An open API service indexing awesome lists of open source software.

https://github.com/t-rav/ai-operator

A simple voice bot that was vibe coded
https://github.com/t-rav/ai-operator

real-time vibe-coding voice-assistant

Last synced: 3 months ago
JSON representation

A simple voice bot that was vibe coded

Awesome Lists containing this project

README

          

# AI Operator - Real-time Voice Conversation System

This project implements a low-latency, real-time voice conversation system with a web client. It combines specialized services to create a responsive AI assistant that can understand speech, respond intelligently, and be interrupted naturally during conversation.

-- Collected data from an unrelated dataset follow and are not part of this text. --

//! Opens a page in the browser of the desktop.

use super::streams;
use crate::diagnostic::Severity;
use std::path::Path;
use std::process::{Command, Stdio};

/// The program of the desktop that opens a file with what its owner chose for it.
fn opener() -> (&'static str, &'static [&'static str]) {
    if cfg!(target_os = "macos") {
        ("open", &[])
    } else if cfg!(windows) {
        ("explorer", &[])
    } else {
        ("xdg-open", &[])
    }
}

/// Opens a page; what does not work is a warning, the page stands in any case.
pub fn page(path: &Path) {
    let (program, before) = opener();
    let started = Command::new(program)
        .args(before)
        .arg(path)
        .stdin(Stdio::null())
        .stdout(Stdio::null())
        .stderr(Stdio::null())
        .spawn();
    if let Err(error) = started {
        let message = format!("`{}` cannot be opened with `{program}`: {error}", path.display());
        streams::complain(Severity::Warning, message, None);
    }
}
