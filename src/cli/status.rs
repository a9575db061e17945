//! The exit statuses of the program, in one place.

use std::process::ExitCode;

/// How a command ended; later ones are worse.
#[derive(Clone, Copy, Debug, Default, PartialEq, Eq, PartialOrd, Ord)]
pub enum Status {
    /// Done, and every requirement is met.
    #[default]
    Done,
    /// Done, but a requirement or a study's limit is not met.
    NotMet,
    /// The numerics gave up.
    GaveUp,
    /// The file or the command is at fault.
    Fault,
    /// Results could not be written.
    NotWritten,
    /// Interrupted from outside.
    Interrupted,
}

impl Status {
    /// The number that the shell sees.
    pub fn code(self) -> u8 {
        match self {
            Self::Done => 0,
            Self::NotMet => 1,
            Self::Fault => 2,
            Self::GaveUp => 3,
            Self::NotWritten => 4,
            Self::Interrupted => 130,
        }
    }
}

impl From<Status> for ExitCode {
    fn from(status: Status) -> Self {
        Self::from(status.code())
    }
}

#[cfg(test)]
mod tests {
    use super::*;

    #[test]
    fn the_worst_of_several_files_counts() {
        let worst = [Status::NotMet, Status::Fault, Status::Done].into_iter().max();
        assert_eq!(worst.map(Status::code), Some(2));
    }
}
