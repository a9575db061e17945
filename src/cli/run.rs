//! `lodeshaft run`: a scenario in time, with everything written and told.

use super::interrupt::Interrupt;
use super::progress::Progress;
use super::status::Status;
use super::{Common, Format, streams};
use crate::analysis::study;
use crate::analysis::transient::{prepare, run_prepared};
use crate::diagnostic::{Diagnostics, Severity};
use crate::render::folder::{Folder, FolderFault};
use crate::render::series::SeriesWriter;
use crate::render::{charts, events, json, text};
use crate::results::{RunResult, Warning};
use crate::scenario::{self, Loaded, Source};
use crate::solve::{RunOptions, Wanted};
use clap::Args;
use std::path::{Path, PathBuf};

/// What `run` takes.
#[derive(Debug, Args)]
pub struct RunArguments {
    /// The scenario; `-` reads standard input.
    pub file: PathBuf,
}

/// Why a command ended before its results were complete.
pub enum Trouble {
    /// The file is at fault; told already.
    File,
    /// Results could not be written.
    Writing(FolderFault),
}

/// Runs the command.
pub fn run(arguments: &RunArguments, common: &Common) -> Status {
    let interrupt = Interrupt::listen();
    // A change by --set may take away what a study varies: that concerns the studies, not this run.
    let read = if common.sets.is_empty() {
        study::load(&arguments.file, &common.sets).map(|plan| plan.loaded)
    } else {
        scenario::load(&arguments.file, &common.sets)
    };
    let loaded = match read {
        Ok(loaded) => loaded,
        Err(failure) => {
            streams::tell(&failure.render());
            return Status::Fault;
        }
    };
    let shown = output_folder(&arguments.file, common);
    let written = write_run(&loaded, &shown, &arguments.file, common, &interrupt);
    let Written { result, summary, files } = match written {
        Ok(written) => written,
        Err(Trouble::File) => return Status::Fault,
        Err(Trouble::Writing(fault)) => {
            streams::complain(Severity::Error, &fault.message, fault.hint.as_deref());
            return Status::NotWritten;
        }
    };
    tell_warnings(&loaded.source, &result.warnings);
    let status = judge(&result, &interrupt);
    tell_failure(&result, status);
    match common.format {
        Format::Json => streams::print(&summary, status),
        Format::Text if common.quiet => status,
        Format::Text => {
            let telling = text::Telling {
                file: &loaded.source.name,
                output_folder: &shown.display().to_string(),
                files: &files,
            };
            streams::print(&text::summary(&loaded.scenario, &result, &telling), status)
        }
    }
}

/// The folder of the results: as asked, or after the file.
pub fn output_folder(file: &Path, common: &Common) -> PathBuf {
    common.out.clone().unwrap_or_else(|| {
        let stem = if file == Path::new("-") { None } else { file.file_stem() };
        Path::new("output").join(stem.unwrap_or_else(|| "standard_input".as_ref()))
    })
}

/// What a run left behind.
struct Written {
    result: RunResult,
    /// The text of `summary.json`.
    summary: String,
    /// The files in the folder.
    files: Vec<String>,
}

/// Runs a scenario and writes its folder.
fn write_run(
    loaded: &Loaded,
    shown: &Path,
    file: &Path,
    common: &Common,
    interrupt: &Interrupt,
) -> Result<Written, Trouble> {
    let scenario = &loaded.scenario;
    let at_fault = |found: Diagnostics| {
        let mut all = loaded.warnings.clone();
        all.extend(found);
        streams::tell(&loaded.source.render(&all));
        Trouble::File
    };
    let equations = prepare(scenario).map_err(at_fault)?;
    let folder = Folder::open(shown).map_err(Trouble::Writing)?;
    let out = folder.create("series.csv").map_err(Trouble::Writing)?;
    let mut rows = SeriesWriter::new(out, &scenario.channels, Some(interrupt.flag()));
    let mut progress = Progress::new(scenario.duration, common.quiet);
    let mut show = |time: f64| progress.at(time);
    let options = RunOptions {
        rows: Some(&mut rows),
        traces: (!common.no_charts).then(|| charts::request(&equations)),
        interrupt: Some(interrupt.flag()),
        progress: Some(&mut show),
        ..RunOptions::default()
    };
    let outcome = run_prepared(&equations, options);
    progress.end();
    let mut result = outcome.map_err(at_fault)?;
    let of = |name: &'static str| move |error| Trouble::Writing(FolderFault::disk(name, &error));
    rows.finish().map_err(of("`series.csv`"))?;
    let typed = loaded
        .warnings
        .warnings()
        .map(|warning| Warning { path: warning.path.clone(), text: warning.message.clone() });
    result.warnings.splice(0..0, typed);
    let out = folder.create("events.csv").map_err(Trouble::Writing)?;
    events::write(out, &result.events).map_err(of("`events.csv`"))?;
    let origin = json::Origin {
        scenario: &file.display().to_string(),
        sets: &common.sets,
        output_folder: &shown.display().to_string(),
    };
    let summary = json::pretty(&json::summary(&result, &origin));
    folder.write("summary.json", summary.as_bytes()).map_err(Trouble::Writing)?;
    let mut files = ["summary.json", "series.csv", "events.csv"].map(str::to_owned).to_vec();
    if !common.no_charts {
        let mut again = |request| {
            let options = RunOptions {
                traces: Some(request),
                wanted: Wanted::Asked(Vec::new()),
                interrupt: Some(interrupt.flag()),
                ..RunOptions::default()
            };
            run_prepared(&equations, options).ok()?.traces
        };
        let drawings = charts::drawings(&equations, &result, &mut again);
        files.extend(charts::write(folder.path(), &drawings).map_err(of("the charts"))?);
    }
    folder.commit().map_err(Trouble::Writing)?;
    Ok(Written { result, summary, files })
}

pub(super) fn tell_warnings(source: &Source, warnings: &[Warning]) {
    let mut list = Diagnostics::new();
    for warning in warnings {
        list.warning(warning.path.as_str(), warning.text.as_str());
    }
    streams::tell(&source.render(&list));
}

pub(super) fn judge(result: &RunResult, interrupt: &Interrupt) -> Status {
    if result.completed {
        let met = result.requirements.iter().all(|requirement| requirement.met == Some(true));
        if met { Status::Done } else { Status::NotMet }
    } else if interrupt.is_asked() {
        Status::Interrupted
    } else {
        Status::GaveUp
    }
}

pub(super) fn tell_failure(result: &RunResult, status: Status) {
    let Some(failure) = &result.failure else { return };
    let hint = "what was found up to then is written, with `completed: false`";
    match status {
        Status::Interrupted => streams::complain(Severity::Warning, failure, Some(hint)),
        _ => streams::complain(
            Severity::Error,
            format!("the run was given up: {failure}"),
            Some(hint),
        ),
    }
}
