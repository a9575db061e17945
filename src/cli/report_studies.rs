//! The studies of a report: finished ones are taken over, the others are run.

use super::interrupt::Interrupt;
use super::status::Status;
use super::study_progress::StudyProgress;
use super::{Common, streams};
use crate::analysis::study::results::StudyResult;
use crate::analysis::study::work::{Blind, Forget, Stop};
use crate::analysis::study::{self, Plan, Study, StudyOptions};
use crate::diagnostic::Severity;
use crate::render::folder::{Folder, FolderFault};
use crate::render::json;
use crate::render::report::carry;
use crate::render::study::folder::{Begun, StudyFolder};
use crate::render::study::rows::Columns;
use crate::render::study::{json as study_json, of_one_run as one_run, text};
use crate::scenario::Scenario;
use serde_json::{Map, Value};
use std::path::Path;

/// What the studies found.
#[derive(Default)]
pub struct Gathered {
    /// Finished studies in the order of the file.
    pub results: Vec<StudyResult>,
    /// Their answers as JSON.
    pub answers: Map<String, Value>,
    /// Studies without an answer, and why.
    pub unfinished: Vec<(String, String)>,
    /// The worst of them.
    pub status: Status,
}

impl Gathered {
    /// The studies for people.
    pub fn text(&self, scenario: &Scenario) -> String {
        self.results.iter().map(|result| format!("\n{}", text::summary(result, scenario))).collect()
    }
}

/// Runs all studies of a file into a folder in the making.
///
/// Runs that stand in the folder at its place already, for the same work, are not made again.
pub fn gather(
    plan: &Plan,
    folder: &Folder,
    shown: &Path,
    common: &Common,
    interrupt: &Interrupt,
) -> Result<Gathered, FolderFault> {
    let mut gathered = Gathered::default();
    carry::begun(shown, folder.path())?;
    if plan.studies.is_empty() {
        return Ok(gathered);
    }
    for study in &plan.studies {
        carry::study(shown, folder.path(), &study.name)?;
    }
    let place = StudyFolder::open(folder.path())?;
    for study in &plan.studies {
        if interrupt.is_asked() {
            gathered.unfinished.push((study.name.clone(), "it was interrupted".to_owned()));
            gathered.status = gathered.status.max(Status::Interrupted);
            continue;
        }
        one(plan, study, &place, common, interrupt, &mut gathered)?;
    }
    Ok(gathered)
}

fn one(
    plan: &Plan,
    study: &Study,
    place: &StudyFolder,
    common: &Common,
    interrupt: &Interrupt,
    gathered: &mut Gathered,
) -> Result<(), FolderFault> {
    let loaded = &plan.loaded;
    let work = study::mark(loaded, study);
    if !study.kind.has_runs() {
        return of_one_run(plan, study, place, &work, common, interrupt, gathered);
    }
    let label = study.kind.label();
    let columns = Columns::new(study::varied(study), study::layout(loaded, study), label);
    let mut begun = begin(place, &study.name, &work, &columns)?;
    let mut progress = StudyProgress::new(&study.name, common.quiet);
    let ended = super::study::make(loaded, study, common, interrupt, &mut begun, &mut progress);
    match ended {
        Ok(result) => {
            let answer = study_json::study(&result, &work);
            place.finish(&study.name, &columns, &result.rows, &json::pretty(&answer))?;
            gathered.status = gathered.status.max(judge(&result));
            gathered.answers.insert(study.name.clone(), answer);
            gathered.results.push(result);
        }
        Err(Stop::Interrupted) => {
            let message = format!("`{}` was interrupted", study.name);
            let hint = "`lodeshaft study` keeps finished runs, and a report takes them over";
            streams::complain(Severity::Warning, message, Some(hint));
            gathered.unfinished.push((study.name.clone(), "it was interrupted".to_owned()));
            gathered.status = gathered.status.max(Status::Interrupted);
        }
        Err(Stop::NoAnswer(reason)) => {
            gathered.unfinished.push((study.name.clone(), reason));
        }
        Err(Stop::NotKept(reason)) => {
            return Err(FolderFault { message: reason, hint: None });
        }
    }
    Ok(())
}

/// A study of the train as typed, or of its one run: nothing to keep on the way.
fn of_one_run(
    plan: &Plan,
    study: &Study,
    place: &StudyFolder,
    work: &str,
    common: &Common,
    interrupt: &Interrupt,
    gathered: &mut Gathered,
) -> Result<(), FolderFault> {
    let options = StudyOptions {
        threads: common.threads.map(usize::from),
        interrupt: interrupt.flag(),
        known: std::collections::BTreeMap::new(),
        keep: &mut Forget,
        watch: &mut Blind,
    };
    match study::run(&plan.loaded, study, options) {
        Ok(result) => {
            let answer = study_json::study(&result, work);
            let table = one_run::table(&result);
            place.write(&study.name, table.as_deref(), &json::pretty(&answer))?;
            gathered.status = gathered.status.max(judge(&result));
            gathered.answers.insert(study.name.clone(), answer);
            gathered.results.push(result);
        }
        Err(Stop::Interrupted) => {
            gathered.unfinished.push((study.name.clone(), "it was interrupted".to_owned()));
            gathered.status = gathered.status.max(Status::Interrupted);
        }
        Err(Stop::NoAnswer(reason) | Stop::NotKept(reason)) => {
            gathered.unfinished.push((study.name.clone(), reason));
        }
    }
    Ok(())
}

/// Goes on with what is there for the same work, else begins anew.
fn begin(
    place: &StudyFolder,
    name: &str,
    work: &str,
    columns: &Columns,
) -> Result<Begun, FolderFault> {
    if let Some(begun) = place.begin(name, work, columns, true)? {
        return Ok(begun);
    }
    place.begin(name, work, columns, false)?.ok_or_else(|| FolderFault {
        message: format!("the study `{name}` cannot begin"),
        hint: None,
    })
}

fn judge(result: &StudyResult) -> Status {
    if !result.rows.is_empty() && result.outcomes().all(|outcome| outcome.failure.is_some()) {
        return Status::GaveUp;
    }
    match result.answer.verdict() {
        None | Some(Some(true)) => Status::Done,
        Some(_) => Status::NotMet,
    }
}
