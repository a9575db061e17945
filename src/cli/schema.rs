//! `lodeshaft schema`: JSON Schema of the scenario file.

use super::status::Status;
use super::streams;
use crate::render::{json, schema};

/// Runs the command.
pub fn run() -> Status {
    streams::print(&json::pretty(&schema::schema()), Status::Done)
}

See it in action: https://www.youtube.com/watch?v=iPqDASo2gsQ

[![Backend Tests](https://img.shields.io/badge/backend_tests-pytest-green.svg)](https://docs.pytest.org/en/stable/) [![Frontend Tests](https://img.shields.io/badge/frontend_tests-jest-red.svg)](https://jestjs.io/)

## Key Features

- **Real-time voice conversations** with GPT-4o
- **Low-latency responses** through WebSocket streaming
- **Natural interruption handling** - speak while AI is talking to interrupt it
- **Multi-service architecture** optimizing each part of the conversation pipeline:
- Deepgram for speech-to-text
- OpenAI GPT-4o for language processing
- Cartesia TTS for high-quality voice output

## Advantages Over Other Systems

- **Speed**: Optimized for reduced latency compared to single-provider solutions
- **Voice Quality**: Uses Cartesia's "British Reading Lady" voice for natural speech
- **Interruption**: Supports natural conversation flow with immediate response to interruptions
- **Customizable**: Each component can be swapped with alternatives

## Getting Started

### Setup

```python
python3 -m venv venv
source venv/bin/activate
pip install -r requirements.txt
cp env.example .env # and add your API credentials
```

### Required API Keys

Add the following to your `.env` file:
- `OPENAI_API_KEY` - For GPT-4o language model
- `DEEPGRAM_API_KEY` - For speech recognition
- `CARTESIA_API_KEY` - For text-to-speech

### Run the Bot Server

```bash
python bot.py
```

### Run the Web Client

```bash
python -m http.server
```

Then, visit `http://localhost:8000` in your browser to start a conversation.

### Run the Tests

#### Python Backend Tests

```bash
# Run all Python tests
pytest

# Run with coverage report
pytest --cov=. --cov-report=html

# Run only unit tests
pytest tests/unit/

# Run only integration tests
pytest tests/integration/
```

#### JavaScript Frontend Tests

```bash
# Run all JavaScript tests
npm test

# Run with coverage
npm run test:coverage

# Run tests in watch mode (for development)
npm run test:watch
```

#### Run All Tests

For convenience, you can run all tests (both backend and frontend) with:

```bash
./run_tests.sh
```

## Technical Architecture

The system uses a pipeline architecture:
1. Web client captures audio and streams to server via WebSockets
2. Speech is converted to text using Deepgram
3. Text is processed by GPT-4o
4. Responses are converted to speech using Cartesia TTS
5. Audio is streamed back to client for playback

Voice detection monitors audio levels and triggers interruption handling when the user starts speaking during AI responses.

## Testing

The project has comprehensive test coverage for both backend and frontend components.

### Backend Testing

The Python backend uses pytest for testing. Tests are organized into:

- **Unit Tests**: Test individual components in isolation
- **Integration Tests**: Test interactions between components

The backend test suite includes:
- Bot initialization and configuration
- Pipeline setup and component connections
- Text processing and transformation
- Session timeout handling
- Event handling

To write new Python tests, add them to the appropriate directory under `tests/`.

### Frontend Testing

The JavaScript frontend uses Jest for testing. Tests are organized by component:

- **Unit Tests**: Test individual JS modules
- **UI Tests**: Test DOM interactions and UI updates

The frontend test suite includes:
- Configuration validation
- UI state management
- Audio processing
- WebSocket communication
- Event handling

To write new JavaScript tests, add them to the `js/__tests__/` directory.